#### [Activity]
Write the data out again exactly and in full.

#### [Data records]
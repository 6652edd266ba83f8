package org.viscarta.cli;

import static org.junit.jupiter.api.Assertions.assertEquals;
import static org.junit.jupiter.api.Assertions.assertFalse;
import static org.junit.jupiter.api.Assertions.assertTrue;

import java.io.IOException;
import java.nio.file.Files;
import java.nio.file.Path;
import java.util.ArrayList;
import java.util.List;
import java.util.concurrent.ExecutorService;
import java.util.concurrent.Executors;
import java.util.concurrent.Future;
import java.util.stream.Stream;
import org.junit.jupiter.api.BeforeEach;
import org.junit.jupiter.api.Tag;
import org.junit.jupiter.api.Test;
import org.junit.jupiter.api.io.TempDir;
import org.viscarta.library.ReferenceLibrary;

/** The library verbs on a copy of reference-materials/. */
@Tag("regression")
class LibraryCommandTest {

    @TempDir
    Path dir;

    Path lib;

    @BeforeEach
    void copyLibrary() throws IOException {
        lib = dir.resolve("lib");
        Files.createDirectories(lib);
        try (Stream<Path> s = Files.list(Path.of("reference-materials"))) {
            for (Path p : s.toList()) {
                Files.copy(p, lib.resolve(p.getFileName()));
            }
        }
    }

    private Path sweep(String name, String body) throws IOException {
        Path p = dir.resolve(name);
        Files.writeString(p, body);
        return p;
    }

    private static final String GEL = "# temperature: 25 °C\n# method: rheometer\nfrequency [Hz],G' [kPa],G'' [kPa]\n0.1,1.0,0.1\n1,1.2,0.15\n10,1.5,0.3\n";

    @Test
    void addWritesTheCanonicalFormAndRefusesADuplicateName() throws IOException {
        Path in = sweep("soft.csv", GEL);
        CliRun r = CliRun.of("library", "add", in.toString(), "--name", "soft gel 1", "--class", "gel", "--condition", "fresh",
                "--library", lib.toString());
        assertEquals(0, r.exitCode(), r.err());
        Path written = lib.resolve("soft-gel-1.csv");
        String text = Files.readString(written);
        assertTrue(text.contains("# name: soft gel 1\n# class: gel\n# temperature: 25 °C\n# method: rheometer\n# modulus: shear\n"), text);
        assertTrue(text.contains("frequency [Hz],storage_modulus [Pa],loss_modulus [Pa]\n0.1,1000.0,100.0\n"), text);
        assertTrue(text.contains("# source_sha256: "), text);
        assertEquals(10, ReferenceLibrary.open(lib).entries().size());
        CliRun again = CliRun.of("library", "add", in.toString(), "--name", "soft gel 1", "--class", "gel", "--library", lib.toString());
        assertEquals(2, again.exitCode());
        assertTrue(again.err().contains("--replace"), again.err());
        assertEquals(0, CliRun.of("library", "add", in.toString(), "--name", "soft gel 1", "--class", "tissue", "--replace",
                "--library", lib.toString()).exitCode());
        assertTrue(Files.readString(written).contains("# class: tissue"));
    }

    @Test
    void aBadFileOrMissingMetadataIsRefusedAndNothingIsWritten() throws IOException {
        Path bad = sweep("bad.csv", "frequency [Hz],storage_modulus [Pa],loss_modulus [Pa]\n1,abc,2\n");
        CliRun r = CliRun.of("library", "add", bad.toString(), "--name", "x", "--class", "gel", "--library", lib.toString());
        assertEquals(2, r.exitCode());
        assertTrue(r.err().startsWith(bad + ":2:2: "), r.err());
        Path noTemp = sweep("notemp.csv", "# method: rheometer\nfrequency [Hz],storage_modulus [Pa],loss_modulus [Pa]\n1,100,10\n10,120,20\n");
        CliRun t = CliRun.of("library", "add", noTemp.toString(), "--name", "y", "--class", "gel", "--library", lib.toString());
        assertEquals(2, t.exitCode());
        assertTrue(t.err().contains("--temperature"), t.err());
        assertFalse(Files.exists(lib.resolve("x.csv")) || Files.exists(lib.resolve("y.csv")));
        assertEquals(9, ReferenceLibrary.open(lib).entries().size());
    }

    @Test
    void removeKeepsTheFileAndListAndShowWork() throws IOException {
        CliRun list = CliRun.of("library", "list", "--class", "gel", "--library", lib.toString());
        assertEquals(0, list.exitCode(), list.err());
        assertTrue(list.out().contains("3 reference(s)"), list.out());
        CliRun show = CliRun.of("library", "show", "dammar-varnish", "--library", lib.toString());
        assertTrue(show.out().contains("class: varnish"), show.out());
        String before = Files.readString(lib.resolve("dammar-varnish.csv"));
        CliRun rm = CliRun.of("library", "remove", "dammar-varnish", "--library", lib.toString());
        assertEquals(0, rm.exitCode(), rm.err());
        assertEquals(before, Files.readString(lib.resolve(".removed").resolve("dammar-varnish.csv")), "nothing is lost");
        assertEquals(8, ReferenceLibrary.open(lib).entries().size());
        assertEquals(2, CliRun.of("library", "remove", "dammar-varnish", "--library", lib.toString()).exitCode());
    }

    @Test
    void checkReportsEachProblemWithFileAndLine() throws IOException {
        assertEquals(0, CliRun.of("library", "check", "--library", lib.toString()).exitCode());
        Files.writeString(lib.resolve("broken.csv"), "# name: broken\n# class: gel\nfrequency [Hz],storage_modulus [Pa],loss_modulus [Pa]\n1,x,1\n");
        CliRun r = CliRun.of("library", "check", "--library", lib.toString());
        assertEquals(2, r.exitCode());
        assertTrue(r.err().contains(lib.resolve("broken.csv") + ":4:2: "), r.err());
    }

    @Test
    void concurrentAddsLoseNoEntry() throws Exception {
        Path in = sweep("soft.csv", GEL);
        ExecutorService pool = Executors.newFixedThreadPool(4);
        List<Future<CliRun>> runs = new ArrayList<>();
        for (int i = 0; i < 12; i++) {
            String name = "gel-" + i;
            runs.add(pool.submit(() -> CliRun.of("library", "add", in.toString(), "--name", name, "--class", "gel",
                    "--library", lib.toString())));
        }
        for (Future<CliRun> f : runs) {
            assertEquals(0, f.get().exitCode(), f.get().err());
        }
        pool.shutdown();
        assertEquals(9 + 12, ReferenceLibrary.open(lib).entries().size());
        assertEquals(0, CliRun.of("library", "check", "--library", lib.toString()).exitCode());
    }

    @Test
    void withoutALibraryTheErrorSaysHowToSetOne() {
        CliRun r = CliRun.of("library", "list");
        if (System.getenv("VISCARTA_LIBRARY") == null) {
            assertEquals(2, r.exitCode());
            assertTrue(r.err().contains("VISCARTA_LIBRARY"), r.err());
        } else {
            assertEquals(0, r.exitCode(), "VISCARTA_LIBRARY is set in this environment: " + r.err());
        }
    }
}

#### [Response area]
repository 6652edd266ba83f8
package org.viscarta.cli;

import static org.junit.jupiter.api.Assertions.assertEquals;
import static org.junit.jupiter.api.Assertions.assertFalse;
import static org.junit.jupiter.api.Assertions.assertTrue;

import java.io.IOException;
import java.nio.file.Files;
import java.nio.file.Path;
import java.util.ArrayList;
import java.util.List;
import java.util.concurrent.ExecutorService;
import java.util.concurrent.Executors;
import java.util.concurrent.Future;
import java.util.stream.Stream;
import org.junit.jupiter.api.BeforeEach;
import org.junit.jupiter.api.Tag;
import org.junit.jupiter.api.Test;
import org.junit.jupiter.api.io.TempDir;
import org.viscarta.library.ReferenceLibrary;

/** The library verbs on a copy of reference-materials/. */
@Tag("regression")
class LibraryCommandTest {

    @TempDir
    Path dir;

    Path lib;

    @BeforeEach
    void copyLibrary() throws IOException {
        lib = dir.resolve("lib");
        Files.createDirectories(lib);
        try (Stream<Path> s = Files.list(Path.of("reference-materials"))) {
            for (Path p : s.toList()) {
                Files.copy(p, lib.resolve(p.getFileName()));
            }
        }
    }

    private Path sweep(String name, String body) throws IOException {
        Path p = dir.resolve(name);
        Files.writeString(p, body);
        return p;
    }

    private static final String GEL = "# temperature: 25 °C\n# method: rheometer\nfrequency [Hz],G' [kPa],G'' [kPa]\n0.1,1.0,0.1\n1,1.2,0.15\n10,1.5,0.3\n";

    @Test
    void addWritesTheCanonicalFormAndRefusesADuplicateName() throws IOException {
        Path in = sweep("soft.csv", GEL);
        CliRun r = CliRun.of("library", "add", in.toString(), "--name", "soft gel 1", "--class", "gel", "--condition", "fresh",
                "--library", lib.toString());
        assertEquals(0, r.exitCode(), r.err());
        Path written = lib.resolve("soft-gel-1.csv");
        String text = Files.readString(written);
        assertTrue(text.contains("# name: soft gel 1\n# class: gel\n# temperature: 25 °C\n# method: rheometer\n# modulus: shear\n"), text);
        assertTrue(text.contains("frequency [Hz],storage_modulus [Pa],loss_modulus [Pa]\n0.1,1000.0,100.0\n"), text);
        assertTrue(text.contains("# source_sha256: "), text);
        assertEquals(10, ReferenceLibrary.open(lib).entries().size());
        CliRun again = CliRun.of("library", "add", in.toString(), "--name", "soft gel 1", "--class", "gel", "--library", lib.toString());
        assertEquals(2, again.exitCode());
        assertTrue(again.err().contains("--replace"), again.err());
        assertEquals(0, CliRun.of("library", "add", in.toString(), "--name", "soft gel 1", "--class", "tissue", "--replace",
                "--library", lib.toString()).exitCode());
        assertTrue(Files.readString(written).contains("# class: tissue"));
    }

    @Test
    void aBadFileOrMissingMetadataIsRefusedAndNothingIsWritten() throws IOException {
        Path bad = sweep("bad.csv", "frequency [Hz],storage_modulus [Pa],loss_modulus [Pa]\n1,abc,2\n");
        CliRun r = CliRun.of("library", "add", bad.toString(), "--name", "x", "--class", "gel", "--library", lib.toString());
        assertEquals(2, r.exitCode());
        assertTrue(r.err().startsWith(bad + ":2:2: "), r.err());
        Path noTemp = sweep("notemp.csv", "# method: rheometer\nfrequency [Hz],storage_modulus [Pa],loss_modulus [Pa]\n1,100,10\n10,120,20\n");
        CliRun t = CliRun.of("library", "add", noTemp.toString(), "--name", "y", "--class", "gel", "--library", lib.toString());
        assertEquals(2, t.exitCode());
        assertTrue(t.err().contains("--temperature"), t.err());
        assertFalse(Files.exists(lib.resolve("x.csv")) || Files.exists(lib.resolve("y.csv")));
        assertEquals(9, ReferenceLibrary.open(lib).entries().size());
    }

    @Test
    void removeKeepsTheFileAndListAndShowWork() throws IOException {
        CliRun list = CliRun.of("library", "list", "--class", "gel", "--library", lib.toString());
        assertEquals(0, list.exitCode(), list.err());
        assertTrue(list.out().contains("3 reference(s)"), list.out());
        CliRun show = CliRun.of("library", "show", "dammar-varnish", "--library", lib.toString());
        assertTrue(show.out().contains("class: varnish"), show.out());
        String before = Files.readString(lib.resolve("dammar-varnish.csv"));
        CliRun rm = CliRun.of("library", "remove", "dammar-varnish", "--library", lib.toString());
        assertEquals(0, rm.exitCode(), rm.err());
        assertEquals(before, Files.readString(lib.resolve(".removed").resolve("dammar-varnish.csv")), "nothing is lost");
        assertEquals(8, ReferenceLibrary.open(lib).entries().size());
        assertEquals(2, CliRun.of("library", "remove", "dammar-varnish", "--library", lib.toString()).exitCode());
    }

    @Test
    void checkReportsEachProblemWithFileAndLine() throws IOException {
        assertEquals(0, CliRun.of("library", "check", "--library", lib.toString()).exitCode());
        Files.writeString(lib.resolve("broken.csv"), "# name: broken\n# class: gel\nfrequency [Hz],storage_modulus [Pa],loss_modulus [Pa]\n1,x,1\n");
        CliRun r = CliRun.of("library", "check", "--library", lib.toString());
        assertEquals(2, r.exitCode());
        assertTrue(r.err().contains(lib.resolve("broken.csv") + ":4:2: "), r.err());
    }

    @Test
    void concurrentAddsLoseNoEntry() throws Exception {
        Path in = sweep("soft.csv", GEL);
        ExecutorService pool = Executors.newFixedThreadPool(4);
        List<Future<CliRun>> runs = new ArrayList<>();
        for (int i = 0; i < 12; i++) {
            String name = "gel-" + i;
            runs.add(pool.submit(() -> CliRun.of("library", "add", in.toString(), "--name", name, "--class", "gel",
                    "--library", lib.toString())));
        }
        for (Future<CliRun> f : runs) {
            assertEquals(0, f.get().exitCode(), f.get().err());
        }
        pool.shutdown();
        assertEquals(9 + 12, ReferenceLibrary.open(lib).entries().size());
        assertEquals(0, CliRun.of("library", "check", "--library", lib.toString()).exitCode());
    }

    @Test
    void withoutALibraryTheErrorSaysHowToSetOne() {
        CliRun r = CliRun.of("library", "list");
        if (System.getenv("VISCARTA_LIBRARY") == null) {
            assertEquals(2, r.exitCode());
            assertTrue(r.err().contains("VISCARTA_LIBRARY"), r.err());
        } else {
            assertEquals(0, r.exitCode(), "VISCARTA_LIBRARY is set in this environment: " + r.err());
        }
    }
}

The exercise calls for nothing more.